Crenshaw: Trump turns off suburban voters
September 21, 2020Suburban voters are unusually repelled by President Donald Trump even if they lean conservative, freshman Rep. Dan Crenshaw told POLITICO on Monday.
“It’s no secret that in the suburbs, and especially amongst women, they’re turned off by Donald Trump,” the Texas Republican told Tim Alberta, POLITICO’s chief political correspondent, in a Texas Tribune Festival interview. “Does this mean they’re turned off by Republicans, does it mean they’re not center-right votes anymore? No, not necessarily. Not at all, actually.”
The president’s shaky support in the suburbs, particularly among higher-educated white voters, relative to 2016 has posed a serious threat to his reelection bid in multiple swing states and put places like Texas potentially within the reach of Joe Biden, the Democratic presidential nominee.
Crenshaw, whose congressional district includes portions of Houston but also snakes into the city’s northern suburbs and exurbs, declined to surmise why this subset of voters is so disillusioned by Trump. But he said the distaste for Trump among some suburban voters does not represent a wholesale rejection of conservative politics.
“People are definitely center-right voters, but they definitely don’t want to vote for Donald Trump,” he said. “They have their own reasons for that. It’s personal for them.”
Crenshaw also backed up Trump in criticizing ongoing efforts to rejigger the electoral system in order to accommodate voters afraid of contracting coronavirus, saying that the steps taken in some states undermine confidence in the results. Crenshaw was deeply critical of universal vote-by-mail systems — a practice in which all voters are mailed a ballot, regardless of whether they requested one — but misstated several key facts as he outlined his argument.
“You’re playing with fire here,” Crenshaw said.
The Texas congressman repeatedly and falsely stated that Pennsylvania, one of the states expected to be critical in the battle for the presidency in November, was sending ballots to all voters. Pennsylvania is not doing so, and the state’s chief election officer is not mailing absentee ballot request forms to voters, either. However, many political campaigns and advocacy groups in the state have mailed voters applications for ballots, which is legal under Pennsylvania law.

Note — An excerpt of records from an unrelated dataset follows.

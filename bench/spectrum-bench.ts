// `npm run bench`: medians of the numerical core's stages on synthetic spectra of 1,024 to 1,048,576
// points, with SciPy/NumPy doing the corresponding steps on the same data where python3-scipy exists.
import { execFileSync } from "node:child_process";
import fs from "node:fs";
import os from "node:os";
import path from "node:path";
import { parseLineTableCsv, toReferenceLine } from "../lib/lines";
import { analyzeSample } from "../lib/spectrum/analysis/analyze-sample";
import { calibrateLamp } from "../lib/spectrum/analysis/calibrate-lamp";
import type { LampLine } from "../lib/spectrum/calibration/lamp-pairing-types";
import { parseSpectrumText } from "../lib/spectrum/io/parse-spectrum-text";
import { prepareLineIndex } from "../lib/spectrum/matching/prepare-line-index";
import { findPeaks } from "../lib/spectrum/peaks/find-peaks";
import { savitzkyGolay } from "../lib/spectrum/signal/savitzky-golay";
import { makeRandom } from "../lib/spectrum/statistics/make-random";
import { synthesizeSpectrum } from "../lib/spectrum/synthetic/synthesize-spectrum";
import type { ReferenceLine } from "../lib/spectrum/types";

const SIZES = [1024, 4096, 65_536, 1_048_576];
const TABLE_SIZES = [3_000, 30_000, 300_000];
const json = process.argv.includes("--json");
const root = path.resolve(__dirname, "..");

interface BenchCase {
  name: string;
  points: number;
  lines: number;
  medianMs: number;
  referenceMedianMs: number | null;
}

function median(values: number[]): number {
  const sorted = values.slice().sort((a, b) => a - b);
  const mid = sorted.length >> 1;
  return sorted.length % 2 ? sorted[mid] : (sorted[mid - 1] + sorted[mid]) / 2;
}

/** Enough repetitions for a stable median without spending minutes on the largest spectra. */
function repetitions(points: number): number {
  if (points >= 1_000_000) return 5;
  if (points >= 65_536) return 15;
  return 60;
}

/** Warm-up before timing (JIT, caches): at least this many runs, and runs for at least WARM_UP_MS, so
 * each case is timed in the steady state a running server reaches. Five runs alone left a 1,024-point
 * parse (0.1 ms a run) in V8's unoptimised tiers: 0.56 ms against 0.10 ms once warm. SciPy's side warms
 * up by the same rule (bench/scipy_bench.py). */
const WARM_UP_RUNS = 5;
const WARM_UP_MS = 300;

function time(run: () => unknown, reps: number): number {
  const warmUntil = performance.now() + WARM_UP_MS;
  for (let i = 0; i < Math.min(WARM_UP_RUNS, reps) || performance.now() < warmUntil; i++) run();
  const samples: number[] = [];
  for (let i = 0; i < reps; i++) {
    const start = process.hrtime.bigint();
    run();
    samples.push(Number(process.hrtime.bigint() - start) / 1e6);
  }
  return median(samples);
}

// The project's starter table: real lamp and flame lines (each with its source in the CSV).
const starter = parseLineTableCsv(
  fs.readFileSync(path.join(root, "db/lines/starter-lines.csv"), "utf8"),
);
const starterLines: ReferenceLine[] = starter.rows.map((row, i) =>
  toReferenceLine(row, `starter-${i}`),
);
const lampLines: LampLine[] = starterLines
  .filter((l) => l.flags.lamp && /^(Hg|Ar) I$/.test(l.species) && l.airNm > 350 && l.airNm < 900)
  .map((l) => ({
    wavelengthNm: l.airNm,
    intensity: l.intensities.lamp ?? 1,
    species: l.species,
    id: l.id,
  }));

/** A large table: the starter lines plus invented filler lines, for timing only; in wavelength order,
 * as the app loads a release (lineIndexOf in lib/services/runs.ts). */
function syntheticTable(size: number): ReferenceLine[] {
  const random = makeRandom(size);
  const table = starterLines.slice();
  const species = ["Fe I", "Ti I", "Cr I", "Ni I", "Co I", "V I", "Mn I", "Fe II", "Ti II"];
  for (let i = table.length; i < size; i++) {
    const airNm = 200 + random.uniform() * 800;
    const name = species[i % species.length];
    table.push({
      id: `filler-${i}`,
      species: name,
      element: name.split(" ")[0],
      ionStage: name.endsWith("II") ? 2 : 1,
      airNm,
      vacuumNm: airNm * 1.00028,
      uncertaintyNm: 0.001,
      intensities: { arc: 1 + random.uniform() * 999 },
      flags: {},
    });
  }
  return table.sort((a, b) => a.airNm - b.airNm);
}

// Resolution of the benchmark's samples: lines about 6 pixels wide at every array length, as a
// spectrometer's optics are matched to its detector (common practice). A fixed 1 nm made the lines of
// the 1,048,576-point array 1,900 pixels wide, where no peak finder (ours or SciPy's) finds a line,
// so that case timed an empty answer.
const resolutionFor = (points: number) => (6 * 540) / points;
// The lamp keeps 1 nm (4 pixels on the coarsest array): calibrating a 1,048,576-pixel lamp of
// 6-pixel lines fails (no detector of that size exists to tune it on), and only its model is needed.
const lampResolutionFor = (points: number) => Math.max(1, (4 * 540) / points);

// A grating with a gentle cubic dispersion over 350–900 nm.
const dispersionFor = (points: number) => (px: number) => {
  const u = px / (points - 1);
  return 350 + 540 * u + 14 * u * u - 4 * u * u * u;
};

function lampSpectrum(points: number) {
  return synthesizeSpectrum({
    pixelCount: points,
    wavelengthOfPixel: dispersionFor(points),
    resolutionNm: lampResolutionFor(points),
    lines: lampLines.map((l) => ({
      wavelengthNm: l.wavelengthNm,
      amplitude: 200 + 30 * Math.sqrt(l.intensity),
    })),
    readNoiseCounts: 4,
    darkCounts: 100,
    seed: 7,
  });
}

function flameSpectrum(points: number) {
  const flame = starterLines.filter((l) =>
    ["Na I", "K I", "Li I", "Ca I", "Sr I"].includes(l.species),
  );
  return synthesizeSpectrum({
    pixelCount: points,
    wavelengthOfPixel: dispersionFor(points),
    resolutionNm: resolutionFor(points),
    lines: flame.map((l) => ({
      wavelengthNm: l.airNm,
      amplitude: 20 + 2 * (l.intensities.flame ?? 10),
    })),
    continuum: { shape: "planck", temperatureK: 2300, peakCounts: 600 },
    readNoiseCounts: 5,
    shotNoise: true,
    darkCounts: 100,
    seed: 11,
  });
}

function toText(x: Float64Array, y: Float64Array): string {
  const rows = ["pixel,counts"];
  for (let i = 0; i < x.length; i++) rows.push(`${x[i]},${y[i].toFixed(2)}`);
  return rows.join("\n");
}

function scipyAvailable(): boolean {
  try {
    execFileSync("python3", ["-c", "import scipy, numpy"], { stdio: "ignore" });
    return true;
  } catch {
    return false;
  }
}

/** Runs bench/scipy_bench.py on the same files; returns medians in ms keyed by case name. */
function scipyMedians(dir: string, manifest: unknown): Record<string, number> {
  fs.writeFileSync(path.join(dir, "manifest.json"), JSON.stringify(manifest));
  const out = execFileSync("python3", [path.join(root, "bench/scipy_bench.py"), dir], {
    encoding: "utf8",
    maxBuffer: 64 * 1024 * 1024,
  });
  return JSON.parse(out) as Record<string, number>;
}

function main() {
  const cases: BenchCase[] = [];
  const dir = fs.mkdtempSync(path.join(os.tmpdir(), "emberline-bench-"));
  const manifest: {
    points: number;
    reps: number;
    text: string;
    lamp: string;
    flame: string;
    table: string;
    tableSize: number;
    lampLines: number[];
  }[] = [];
  const bigTable = syntheticTable(300_000);
  const bigIndex = prepareLineIndex(bigTable);
  const tableFile = path.join(dir, "table-300000.f64");
  fs.writeFileSync(tableFile, Buffer.from(Float64Array.from(bigTable, (l) => l.airNm).buffer));

  for (const points of SIZES) {
    const reps = repetitions(points);
    const lamp = lampSpectrum(points);
    const flame = flameSpectrum(points);
    const text = toText(flame.x, flame.y);
    const lampFile = path.join(dir, `lamp-${points}.f64`);
    const flameFile = path.join(dir, `flame-${points}.f64`);
    const textFile = path.join(dir, `flame-${points}.csv`);
    fs.writeFileSync(lampFile, Buffer.from(lamp.y.buffer));
    fs.writeFileSync(flameFile, Buffer.from(flame.y.buffer));
    fs.writeFileSync(textFile, text);
    manifest.push({
      points,
      reps,
      text: textFile,
      lamp: lampFile,
      flame: flameFile,
      table: tableFile,
      tableSize: bigTable.length,
      lampLines: lampLines.map((l) => l.wavelengthNm),
    });

    const calibrate = () =>
      calibrateLamp(lamp.x, lamp.y, lampLines, {
        nominalRangeNm: [350, 900],
        dispersion: "grating",
        resolutionNm: lampResolutionFor(points),
      });
    const calibration = calibrate();
    if (!calibration.fit)
      throw new Error(`the benchmark lamp did not calibrate at ${points} points`);
    const model = calibration.fit.model;

    cases.push({
      name: "parse",
      points,
      lines: 0,
      medianMs: time(() => parseSpectrumText(text), reps),
      referenceMedianMs: null,
    });
    cases.push({
      name: "smoothing",
      points,
      lines: 0,
      medianMs: time(() => savitzkyGolay(flame.y, { windowSize: 9, polynomial: 4 }), reps),
      referenceMedianMs: null,
    });
    cases.push({
      name: "peaks",
      points,
      lines: 0,
      medianMs: time(() => findPeaks(flame.x, flame.y, { source: "flame" }), reps),
      referenceMedianMs: null,
    });
    cases.push({
      name: "auto-calibration",
      points,
      lines: lampLines.length,
      medianMs: time(calibrate, Math.min(reps, 15)),
      referenceMedianMs: null,
    });
    cases.push({
      name: "full-analysis",
      points,
      lines: bigTable.length,
      medianMs: time(
        () =>
          analyzeSample(flame.x, flame.y, bigIndex, {
            calibration: model,
            source: "flame",
            resolutionNm: resolutionFor(points),
          }),
        reps,
      ),
      referenceMedianMs: null,
    });
  }

  // Growth in table size at a fixed 4,096-point spectrum: matching should grow like log n.
  const lamp4k = lampSpectrum(4096);
  const model4k = calibrateLamp(lamp4k.x, lamp4k.y, lampLines, {
    nominalRangeNm: [350, 900],
    dispersion: "grating",
    resolutionNm: 1,
  }).fit!.model;
  const flame4k = flameSpectrum(4096);
  for (const size of TABLE_SIZES) {
    const index = prepareLineIndex(syntheticTable(size));
    cases.push({
      name: "full-analysis-by-table",
      points: 4096,
      lines: size,
      medianMs: time(
        () =>
          analyzeSample(flame4k.x, flame4k.y, index, {
            calibration: model4k,
            source: "flame",
            resolutionNm: 1,
          }),
        60,
      ),
      referenceMedianMs: null,
    });
  }

  let referenceNote = "SciPy/NumPy: not found (install Debian's python3-scipy for the comparison)";
  if (scipyAvailable()) {
    const reference = scipyMedians(dir, manifest);
    for (const c of cases) {
      const key = `${c.name}:${c.points}`;
      if (key in reference) c.referenceMedianMs = reference[key];
    }
    referenceNote = `SciPy/NumPy: ${reference.versions ?? "present"}`;
  }
  fs.rmSync(dir, { recursive: true, force: true });

  if (json) {
    process.stdout.write(
      JSON.stringify({ node: process.version, reference: referenceNote, cases }, null, 2) + "\n",
    );
    return;
  }
  const pad = (s: string, n: number) => s.padStart(n);
  console.log(
    `Emberline numerical core — medians on ${os.cpus().length} cores after a warm-up of ${WARM_UP_RUNS} runs and ${WARM_UP_MS} ms per case, Node ${process.version}; ${referenceNote}`,
  );
  console.log(
    `${"step".padEnd(24)}${pad("points", 10)}${pad("lines", 9)}${pad("median ms", 12)}${pad("SciPy ms", 11)}${pad("ratio", 8)}`,
  );
  for (const c of cases) {
    const ratio = c.referenceMedianMs ? (c.medianMs / c.referenceMedianMs).toFixed(2) : "—";
    console.log(
      `${c.name.padEnd(24)}${pad(String(c.points), 10)}${pad(String(c.lines), 9)}${pad(c.medianMs.toFixed(3), 12)}` +
        `${pad(c.referenceMedianMs ? c.referenceMedianMs.toFixed(3) : "—", 11)}${pad(ratio, 8)}`,
    );
  }
}

main();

“I think it’s highly dangerous, extremely dangerous,” Crenshaw said.
Crenshaw also criticized the practice of mailing ballot request forms, and not the ballots themselves, saying it’s “totally unnecessary, and it’s an attempt to get us to this universal mail-in ballot” system.
Crenshaw on Monday afternoon clarified his comments on Twitter and said using Pennsylvania was the “wrong example.“
“But the point remains: Unsolicited mail-in ballots is fraught with potential abuse and mistakes,” he said. “Currently nine states are doing that.”

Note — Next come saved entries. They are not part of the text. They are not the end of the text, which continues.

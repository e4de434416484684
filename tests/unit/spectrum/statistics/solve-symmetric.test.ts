// The small symmetric solve of the fits' damped normal equations, against ml-matrix's general LU solve.
import { Matrix, solve } from "ml-matrix";
import { describe, expect, it } from "vitest";
import { makeRandom } from "@/lib/spectrum/statistics/make-random";
import { solveSymmetric } from "@/lib/spectrum/statistics/solve-symmetric";

describe("solveSymmetric", () => {
  it("agrees with ml-matrix's LU solve on damped normal matrices of 2 to 6 parameters", () => {
    const random = makeRandom(7);
    for (let trial = 0; trial < 200; trial++) {
      const n = 2 + (trial % 5);
      const rows = 3 * n;
      // JᵀJ of a random Jacobian whose columns differ in scale by up to 10⁶, damped as the fits damp it.
      const scales = Array.from({ length: n }, () => 10 ** (6 * random.uniform() - 3));
      const jacobian = Array.from({ length: rows }, () =>
        scales.map((s) => s * (2 * random.uniform() - 1)),
      );
      const normal = scales.map((_, j) =>
        scales.map((_, k) => jacobian.reduce((sum, row) => sum + row[j] * row[k], 0)),
      );
      normal.forEach((row, j) => (row[j] *= 1 + 1e-3));
      const b = scales.map(() => 2 * random.uniform() - 1);
      const ours = solveSymmetric(normal, b)!;
      const reference = solve(new Matrix(normal), Matrix.columnVector(b)).getColumn(0);
      ours.forEach((value, j) => {
        // Both are backward stable; the answers agree to the system's condition times ε.
        expect(Math.abs(value - reference[j])).toBeLessThanOrEqual(
          1e-6 * Math.max(...reference.map(Math.abs)),
        );
      });
    }
  });

  it("gives null for a matrix that is not positive definite", () => {
    expect(
      solveSymmetric(
        [
          [1, 2],
          [2, 1],
        ],
        [1, 1],
      ),
    ).toBeNull();
    expect(
      solveSymmetric(
        [
          [1, 1],
          [1, 1],
        ],
        [1, 1],
      ),
    ).toBeNull();
    expect(solveSymmetric([[0]], [1])).toBeNull();
    expect(
      solveSymmetric(
        [
          [4, 2],
          [2, 3],
        ],
        [2, 1],
      ),
    ).toEqual([0.5, 0]);
    // Only the lower triangle is read.
    expect(
      solveSymmetric(
        [
          [4, 99],
          [2, 3],
        ],
        [2, 1],
      ),
    ).toEqual([0.5, 0]);
  });
});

Nine states are automatically mailing all voters ballots this year, regardless of whether they requested one or not. Five of those states — Colorado, Washington, Oregon, Utah and Hawaii — do it as a regular course. Four states — California, Nevada, New Jersey and Vermont — have added it because of the pandemic, as has Washington, D.C.
Montana has also given counties the option to do so, and most of them have taken advantage of it.
Trump has repeatedly cast doubt on officials in Michigan, Nevada, North Carolina and elsewhere, and accused them of trying to “steal” the election on behalf of Democrats. Trump has even suggested that voters in North Carolina mail in a ballot and then show up at polling places to try to vote, which is potentially illegal. Trump and others have also repeatedly cited false claims of rampant voter fraud, as well as pointed to real difficulties earlier this year in places like New York City’s Democratic primary contests to bolster their claims against mail-in voting.
“It’s impossible to make them accurate when you’ve undermined the rules of the game,” Crenshaw said during the interview, which aired on Monday.